--- Available data ---
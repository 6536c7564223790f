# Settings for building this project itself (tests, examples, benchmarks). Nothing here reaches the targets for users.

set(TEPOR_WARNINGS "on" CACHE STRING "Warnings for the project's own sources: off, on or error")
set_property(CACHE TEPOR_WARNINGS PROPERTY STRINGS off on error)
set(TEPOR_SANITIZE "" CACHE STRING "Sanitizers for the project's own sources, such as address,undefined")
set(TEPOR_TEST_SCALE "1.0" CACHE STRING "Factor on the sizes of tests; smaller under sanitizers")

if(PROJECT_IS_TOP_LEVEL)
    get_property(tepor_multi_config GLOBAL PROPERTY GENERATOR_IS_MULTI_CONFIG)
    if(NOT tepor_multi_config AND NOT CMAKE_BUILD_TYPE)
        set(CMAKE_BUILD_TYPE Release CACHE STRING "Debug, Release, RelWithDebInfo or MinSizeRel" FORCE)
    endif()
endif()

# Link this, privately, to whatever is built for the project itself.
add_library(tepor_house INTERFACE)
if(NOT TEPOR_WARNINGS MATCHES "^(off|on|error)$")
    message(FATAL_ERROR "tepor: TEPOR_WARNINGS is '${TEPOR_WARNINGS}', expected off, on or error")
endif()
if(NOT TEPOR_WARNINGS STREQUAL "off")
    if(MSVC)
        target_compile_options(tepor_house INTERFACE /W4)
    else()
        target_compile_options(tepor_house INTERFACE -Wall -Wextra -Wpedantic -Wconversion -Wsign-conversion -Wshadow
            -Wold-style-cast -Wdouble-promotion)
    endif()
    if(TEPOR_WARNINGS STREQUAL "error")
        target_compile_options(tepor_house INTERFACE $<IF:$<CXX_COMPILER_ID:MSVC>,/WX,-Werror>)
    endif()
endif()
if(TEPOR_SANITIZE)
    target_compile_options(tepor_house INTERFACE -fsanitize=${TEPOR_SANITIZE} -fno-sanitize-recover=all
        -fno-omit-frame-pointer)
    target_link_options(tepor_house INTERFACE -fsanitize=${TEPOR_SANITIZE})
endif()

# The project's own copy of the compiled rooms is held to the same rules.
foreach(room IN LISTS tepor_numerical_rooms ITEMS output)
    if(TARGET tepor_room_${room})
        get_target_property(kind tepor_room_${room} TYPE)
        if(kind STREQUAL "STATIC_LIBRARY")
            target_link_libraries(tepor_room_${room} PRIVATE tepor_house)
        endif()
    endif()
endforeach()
---
--- Available data ---
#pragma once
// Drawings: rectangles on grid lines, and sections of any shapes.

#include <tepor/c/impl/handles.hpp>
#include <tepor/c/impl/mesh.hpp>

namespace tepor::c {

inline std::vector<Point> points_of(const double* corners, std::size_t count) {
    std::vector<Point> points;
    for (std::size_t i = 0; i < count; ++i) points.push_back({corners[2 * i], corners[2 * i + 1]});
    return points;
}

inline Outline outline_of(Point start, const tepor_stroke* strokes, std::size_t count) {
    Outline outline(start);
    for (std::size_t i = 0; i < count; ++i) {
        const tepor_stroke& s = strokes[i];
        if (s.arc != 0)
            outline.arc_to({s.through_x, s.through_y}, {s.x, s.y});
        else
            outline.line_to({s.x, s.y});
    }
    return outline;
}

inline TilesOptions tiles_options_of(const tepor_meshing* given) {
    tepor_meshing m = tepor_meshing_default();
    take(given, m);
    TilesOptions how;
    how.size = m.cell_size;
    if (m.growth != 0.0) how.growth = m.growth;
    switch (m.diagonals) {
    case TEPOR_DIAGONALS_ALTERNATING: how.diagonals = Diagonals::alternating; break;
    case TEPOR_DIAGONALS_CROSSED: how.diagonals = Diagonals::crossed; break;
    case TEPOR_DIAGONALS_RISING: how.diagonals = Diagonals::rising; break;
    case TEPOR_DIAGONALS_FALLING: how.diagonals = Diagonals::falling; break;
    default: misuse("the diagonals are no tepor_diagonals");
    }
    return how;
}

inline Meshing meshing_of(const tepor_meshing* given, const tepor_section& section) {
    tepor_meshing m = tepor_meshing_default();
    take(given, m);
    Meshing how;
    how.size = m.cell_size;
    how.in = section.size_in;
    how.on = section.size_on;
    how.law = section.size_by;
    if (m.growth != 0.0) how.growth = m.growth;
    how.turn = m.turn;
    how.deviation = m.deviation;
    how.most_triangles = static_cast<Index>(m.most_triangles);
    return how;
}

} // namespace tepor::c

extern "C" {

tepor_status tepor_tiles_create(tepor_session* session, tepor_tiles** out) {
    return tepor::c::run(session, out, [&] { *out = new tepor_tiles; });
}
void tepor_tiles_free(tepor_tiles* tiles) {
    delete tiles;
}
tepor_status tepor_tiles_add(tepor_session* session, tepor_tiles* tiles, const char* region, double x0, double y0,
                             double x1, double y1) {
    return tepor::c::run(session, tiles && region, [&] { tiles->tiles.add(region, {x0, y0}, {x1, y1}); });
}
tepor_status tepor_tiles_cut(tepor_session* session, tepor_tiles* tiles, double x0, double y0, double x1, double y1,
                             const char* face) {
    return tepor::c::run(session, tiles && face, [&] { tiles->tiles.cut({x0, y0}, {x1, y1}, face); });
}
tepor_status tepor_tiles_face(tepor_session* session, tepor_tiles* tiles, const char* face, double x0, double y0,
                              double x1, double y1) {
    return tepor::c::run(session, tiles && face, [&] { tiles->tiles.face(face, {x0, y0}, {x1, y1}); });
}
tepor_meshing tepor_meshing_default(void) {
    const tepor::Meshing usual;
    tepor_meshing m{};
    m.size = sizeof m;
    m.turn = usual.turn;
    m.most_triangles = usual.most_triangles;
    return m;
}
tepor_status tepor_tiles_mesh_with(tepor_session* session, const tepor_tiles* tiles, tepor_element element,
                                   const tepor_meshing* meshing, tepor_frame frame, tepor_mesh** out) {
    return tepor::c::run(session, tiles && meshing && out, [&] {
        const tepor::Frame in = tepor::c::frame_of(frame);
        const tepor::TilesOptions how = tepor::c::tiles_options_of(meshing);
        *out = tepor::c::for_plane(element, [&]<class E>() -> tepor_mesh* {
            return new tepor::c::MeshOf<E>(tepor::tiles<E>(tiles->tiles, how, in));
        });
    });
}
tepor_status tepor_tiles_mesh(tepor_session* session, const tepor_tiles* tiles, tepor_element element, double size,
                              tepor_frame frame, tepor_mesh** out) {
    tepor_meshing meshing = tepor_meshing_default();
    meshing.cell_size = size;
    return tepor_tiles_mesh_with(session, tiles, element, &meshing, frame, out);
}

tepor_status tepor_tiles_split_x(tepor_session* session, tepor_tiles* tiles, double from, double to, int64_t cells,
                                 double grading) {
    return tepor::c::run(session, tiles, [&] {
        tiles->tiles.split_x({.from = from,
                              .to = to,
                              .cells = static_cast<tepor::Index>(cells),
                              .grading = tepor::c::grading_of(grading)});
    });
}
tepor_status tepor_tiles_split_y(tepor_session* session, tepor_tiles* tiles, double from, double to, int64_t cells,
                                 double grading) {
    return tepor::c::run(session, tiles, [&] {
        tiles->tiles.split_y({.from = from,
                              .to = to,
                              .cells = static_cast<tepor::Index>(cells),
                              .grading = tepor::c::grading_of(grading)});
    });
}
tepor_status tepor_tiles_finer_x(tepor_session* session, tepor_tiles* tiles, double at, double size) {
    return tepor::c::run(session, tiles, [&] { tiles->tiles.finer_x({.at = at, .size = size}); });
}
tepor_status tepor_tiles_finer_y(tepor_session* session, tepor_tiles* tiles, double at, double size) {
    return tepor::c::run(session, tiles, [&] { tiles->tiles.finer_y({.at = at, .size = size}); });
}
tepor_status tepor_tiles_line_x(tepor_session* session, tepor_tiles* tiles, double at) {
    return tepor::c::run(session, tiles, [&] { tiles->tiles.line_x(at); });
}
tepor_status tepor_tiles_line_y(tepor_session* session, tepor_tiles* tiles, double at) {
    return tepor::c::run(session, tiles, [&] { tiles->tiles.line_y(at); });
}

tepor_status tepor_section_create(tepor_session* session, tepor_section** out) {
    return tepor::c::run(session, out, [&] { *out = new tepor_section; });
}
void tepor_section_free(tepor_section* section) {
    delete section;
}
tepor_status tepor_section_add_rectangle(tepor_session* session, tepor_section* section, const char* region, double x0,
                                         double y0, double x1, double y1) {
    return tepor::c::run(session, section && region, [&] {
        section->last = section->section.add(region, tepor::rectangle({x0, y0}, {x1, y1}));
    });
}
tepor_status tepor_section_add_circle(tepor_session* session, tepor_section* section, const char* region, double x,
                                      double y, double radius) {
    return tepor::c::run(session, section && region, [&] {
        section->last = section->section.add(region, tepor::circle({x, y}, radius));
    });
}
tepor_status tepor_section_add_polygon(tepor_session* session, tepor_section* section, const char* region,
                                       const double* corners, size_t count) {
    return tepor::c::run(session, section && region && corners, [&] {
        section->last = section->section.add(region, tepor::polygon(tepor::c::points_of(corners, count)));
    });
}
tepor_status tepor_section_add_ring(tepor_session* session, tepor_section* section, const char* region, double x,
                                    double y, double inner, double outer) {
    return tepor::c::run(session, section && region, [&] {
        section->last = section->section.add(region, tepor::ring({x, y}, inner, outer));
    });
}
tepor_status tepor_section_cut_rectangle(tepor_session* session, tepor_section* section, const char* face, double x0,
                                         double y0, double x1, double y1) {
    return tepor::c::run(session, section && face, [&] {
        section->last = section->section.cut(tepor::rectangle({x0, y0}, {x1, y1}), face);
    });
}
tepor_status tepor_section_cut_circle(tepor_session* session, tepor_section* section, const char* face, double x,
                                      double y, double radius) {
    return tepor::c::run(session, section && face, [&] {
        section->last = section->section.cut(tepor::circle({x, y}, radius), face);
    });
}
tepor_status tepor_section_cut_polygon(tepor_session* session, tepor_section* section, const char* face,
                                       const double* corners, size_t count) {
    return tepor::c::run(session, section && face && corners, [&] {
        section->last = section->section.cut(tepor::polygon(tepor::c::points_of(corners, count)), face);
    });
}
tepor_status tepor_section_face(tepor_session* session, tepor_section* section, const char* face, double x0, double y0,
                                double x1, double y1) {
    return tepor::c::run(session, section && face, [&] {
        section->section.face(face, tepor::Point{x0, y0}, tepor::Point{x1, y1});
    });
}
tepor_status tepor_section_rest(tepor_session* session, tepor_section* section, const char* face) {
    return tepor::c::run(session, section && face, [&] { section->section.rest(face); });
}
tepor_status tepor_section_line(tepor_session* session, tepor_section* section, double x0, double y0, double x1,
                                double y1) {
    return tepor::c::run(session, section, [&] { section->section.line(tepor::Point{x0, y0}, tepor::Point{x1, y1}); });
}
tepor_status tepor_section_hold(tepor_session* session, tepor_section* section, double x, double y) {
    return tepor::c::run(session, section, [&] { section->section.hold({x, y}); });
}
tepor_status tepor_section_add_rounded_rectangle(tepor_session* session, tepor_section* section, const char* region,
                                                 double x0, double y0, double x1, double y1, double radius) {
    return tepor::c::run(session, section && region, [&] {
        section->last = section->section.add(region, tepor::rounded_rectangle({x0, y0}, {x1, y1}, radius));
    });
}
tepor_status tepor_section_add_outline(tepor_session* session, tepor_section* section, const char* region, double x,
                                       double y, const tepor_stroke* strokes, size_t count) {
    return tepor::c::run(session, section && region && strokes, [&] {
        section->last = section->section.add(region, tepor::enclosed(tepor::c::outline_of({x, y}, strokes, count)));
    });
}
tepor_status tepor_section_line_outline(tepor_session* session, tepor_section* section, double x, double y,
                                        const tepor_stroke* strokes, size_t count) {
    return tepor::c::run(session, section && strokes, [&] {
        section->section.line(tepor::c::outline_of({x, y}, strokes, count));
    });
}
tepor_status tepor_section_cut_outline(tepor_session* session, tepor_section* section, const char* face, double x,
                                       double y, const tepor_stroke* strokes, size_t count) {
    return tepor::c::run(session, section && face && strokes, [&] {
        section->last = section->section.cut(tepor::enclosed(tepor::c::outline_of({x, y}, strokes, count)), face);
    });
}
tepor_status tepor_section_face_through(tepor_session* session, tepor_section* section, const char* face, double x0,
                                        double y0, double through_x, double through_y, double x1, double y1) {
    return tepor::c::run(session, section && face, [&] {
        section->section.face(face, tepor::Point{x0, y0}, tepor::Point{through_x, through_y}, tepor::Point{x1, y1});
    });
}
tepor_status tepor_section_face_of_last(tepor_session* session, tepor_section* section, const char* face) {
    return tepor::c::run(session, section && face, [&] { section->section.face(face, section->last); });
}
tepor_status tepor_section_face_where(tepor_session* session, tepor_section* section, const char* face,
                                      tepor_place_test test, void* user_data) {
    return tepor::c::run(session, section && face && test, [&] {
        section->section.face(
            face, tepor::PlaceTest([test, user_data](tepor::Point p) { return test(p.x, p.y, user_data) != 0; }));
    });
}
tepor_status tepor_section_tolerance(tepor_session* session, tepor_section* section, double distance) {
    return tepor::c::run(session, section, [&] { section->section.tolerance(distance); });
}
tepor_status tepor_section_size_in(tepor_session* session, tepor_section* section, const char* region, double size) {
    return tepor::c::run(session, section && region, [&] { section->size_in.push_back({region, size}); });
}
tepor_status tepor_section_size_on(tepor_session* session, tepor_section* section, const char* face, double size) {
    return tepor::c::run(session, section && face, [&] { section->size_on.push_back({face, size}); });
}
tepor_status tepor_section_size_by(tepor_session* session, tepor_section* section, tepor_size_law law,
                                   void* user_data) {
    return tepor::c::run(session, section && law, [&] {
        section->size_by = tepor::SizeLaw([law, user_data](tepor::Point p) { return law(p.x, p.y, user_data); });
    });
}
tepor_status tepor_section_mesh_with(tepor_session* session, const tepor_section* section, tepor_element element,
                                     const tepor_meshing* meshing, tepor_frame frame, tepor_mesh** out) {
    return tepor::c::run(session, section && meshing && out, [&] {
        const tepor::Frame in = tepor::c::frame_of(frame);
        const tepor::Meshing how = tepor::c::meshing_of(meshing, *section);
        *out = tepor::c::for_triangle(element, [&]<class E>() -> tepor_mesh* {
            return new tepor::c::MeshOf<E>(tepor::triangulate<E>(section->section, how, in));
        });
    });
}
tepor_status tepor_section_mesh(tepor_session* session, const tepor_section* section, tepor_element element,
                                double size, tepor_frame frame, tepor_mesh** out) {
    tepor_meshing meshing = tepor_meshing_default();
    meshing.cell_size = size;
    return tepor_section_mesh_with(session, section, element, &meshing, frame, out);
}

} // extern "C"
---
--- Available data ---
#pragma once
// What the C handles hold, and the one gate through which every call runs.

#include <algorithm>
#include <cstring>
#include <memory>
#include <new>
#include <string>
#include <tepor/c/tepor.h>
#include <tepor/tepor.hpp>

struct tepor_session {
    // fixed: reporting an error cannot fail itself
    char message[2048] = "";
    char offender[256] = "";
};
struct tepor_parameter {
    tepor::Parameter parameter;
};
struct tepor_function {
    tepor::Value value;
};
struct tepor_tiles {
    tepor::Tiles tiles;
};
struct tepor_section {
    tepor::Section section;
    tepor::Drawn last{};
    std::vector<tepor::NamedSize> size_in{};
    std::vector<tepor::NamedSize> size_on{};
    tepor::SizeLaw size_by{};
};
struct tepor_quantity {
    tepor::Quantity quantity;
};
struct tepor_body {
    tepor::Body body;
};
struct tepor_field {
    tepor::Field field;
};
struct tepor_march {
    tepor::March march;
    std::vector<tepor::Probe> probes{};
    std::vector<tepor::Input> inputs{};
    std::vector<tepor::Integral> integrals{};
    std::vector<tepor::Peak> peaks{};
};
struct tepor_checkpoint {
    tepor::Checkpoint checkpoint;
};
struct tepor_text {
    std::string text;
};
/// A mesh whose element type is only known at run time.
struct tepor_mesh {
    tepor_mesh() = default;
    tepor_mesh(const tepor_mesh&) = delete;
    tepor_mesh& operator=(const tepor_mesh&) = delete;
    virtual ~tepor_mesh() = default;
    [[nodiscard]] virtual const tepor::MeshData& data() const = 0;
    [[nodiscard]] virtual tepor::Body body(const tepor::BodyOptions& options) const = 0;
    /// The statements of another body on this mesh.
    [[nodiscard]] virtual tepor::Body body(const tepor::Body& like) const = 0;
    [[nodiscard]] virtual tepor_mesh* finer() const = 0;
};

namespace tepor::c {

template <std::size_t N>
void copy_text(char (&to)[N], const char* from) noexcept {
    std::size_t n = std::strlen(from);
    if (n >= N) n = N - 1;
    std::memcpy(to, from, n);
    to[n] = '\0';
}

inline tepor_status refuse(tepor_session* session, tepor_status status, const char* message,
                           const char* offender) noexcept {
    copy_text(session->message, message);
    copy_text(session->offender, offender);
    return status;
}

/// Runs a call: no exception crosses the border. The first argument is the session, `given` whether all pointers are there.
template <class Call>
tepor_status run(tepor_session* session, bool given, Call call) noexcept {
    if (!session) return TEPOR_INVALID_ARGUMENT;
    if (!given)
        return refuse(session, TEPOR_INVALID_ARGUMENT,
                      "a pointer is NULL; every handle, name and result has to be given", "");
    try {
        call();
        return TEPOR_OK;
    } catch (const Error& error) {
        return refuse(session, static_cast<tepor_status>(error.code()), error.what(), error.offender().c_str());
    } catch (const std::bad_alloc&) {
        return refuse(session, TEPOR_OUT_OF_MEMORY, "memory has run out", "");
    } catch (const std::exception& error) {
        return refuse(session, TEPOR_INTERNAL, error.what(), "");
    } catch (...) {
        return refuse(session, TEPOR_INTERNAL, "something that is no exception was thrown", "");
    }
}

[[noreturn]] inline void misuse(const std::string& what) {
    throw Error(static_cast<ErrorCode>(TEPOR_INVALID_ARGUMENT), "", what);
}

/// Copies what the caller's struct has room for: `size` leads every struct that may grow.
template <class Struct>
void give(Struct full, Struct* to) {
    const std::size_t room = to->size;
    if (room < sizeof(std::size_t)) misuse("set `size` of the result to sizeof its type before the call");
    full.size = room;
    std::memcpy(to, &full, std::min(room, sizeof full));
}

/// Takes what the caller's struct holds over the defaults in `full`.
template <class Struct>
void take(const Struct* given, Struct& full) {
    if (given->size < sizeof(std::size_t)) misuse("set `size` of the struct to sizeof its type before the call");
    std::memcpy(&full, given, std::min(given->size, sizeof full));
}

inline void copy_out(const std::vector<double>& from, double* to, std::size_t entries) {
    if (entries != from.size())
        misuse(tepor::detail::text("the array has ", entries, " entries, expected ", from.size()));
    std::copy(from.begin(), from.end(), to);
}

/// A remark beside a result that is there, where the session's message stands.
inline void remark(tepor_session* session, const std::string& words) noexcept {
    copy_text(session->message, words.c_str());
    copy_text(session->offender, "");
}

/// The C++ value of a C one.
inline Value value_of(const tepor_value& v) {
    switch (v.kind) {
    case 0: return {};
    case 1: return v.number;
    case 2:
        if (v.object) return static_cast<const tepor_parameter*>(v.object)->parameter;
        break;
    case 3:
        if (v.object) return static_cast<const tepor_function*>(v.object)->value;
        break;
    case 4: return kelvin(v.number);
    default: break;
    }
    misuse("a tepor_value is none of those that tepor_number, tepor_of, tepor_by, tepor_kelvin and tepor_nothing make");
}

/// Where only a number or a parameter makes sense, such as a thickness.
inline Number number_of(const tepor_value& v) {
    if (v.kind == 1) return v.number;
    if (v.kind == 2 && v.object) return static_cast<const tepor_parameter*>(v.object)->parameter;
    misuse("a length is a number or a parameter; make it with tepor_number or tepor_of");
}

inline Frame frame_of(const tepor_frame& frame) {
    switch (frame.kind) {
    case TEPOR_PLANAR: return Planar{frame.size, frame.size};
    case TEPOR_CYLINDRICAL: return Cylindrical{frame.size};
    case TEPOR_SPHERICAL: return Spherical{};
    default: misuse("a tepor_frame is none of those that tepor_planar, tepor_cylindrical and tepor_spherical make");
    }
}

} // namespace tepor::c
---
- _What you have to do_: Only the lines above from the one with "tepor::Field field;" through the one with "at run time." should be duplicated, character for character.

- _Exercise answer_:
    tepor::Field field;
};
struct tepor_march {
    tepor::March march;
    std::vector<tepor::Probe> probes{};
    std::vector<tepor::Input> inputs{};
    std::vector<tepor::Integral> integrals{};
    std::vector<tepor::Peak> peaks{};
};
struct tepor_checkpoint {
    tepor::Checkpoint checkpoint;
};
struct tepor_text {
    std::string text;
};
/// A mesh whose element type is only known at run time.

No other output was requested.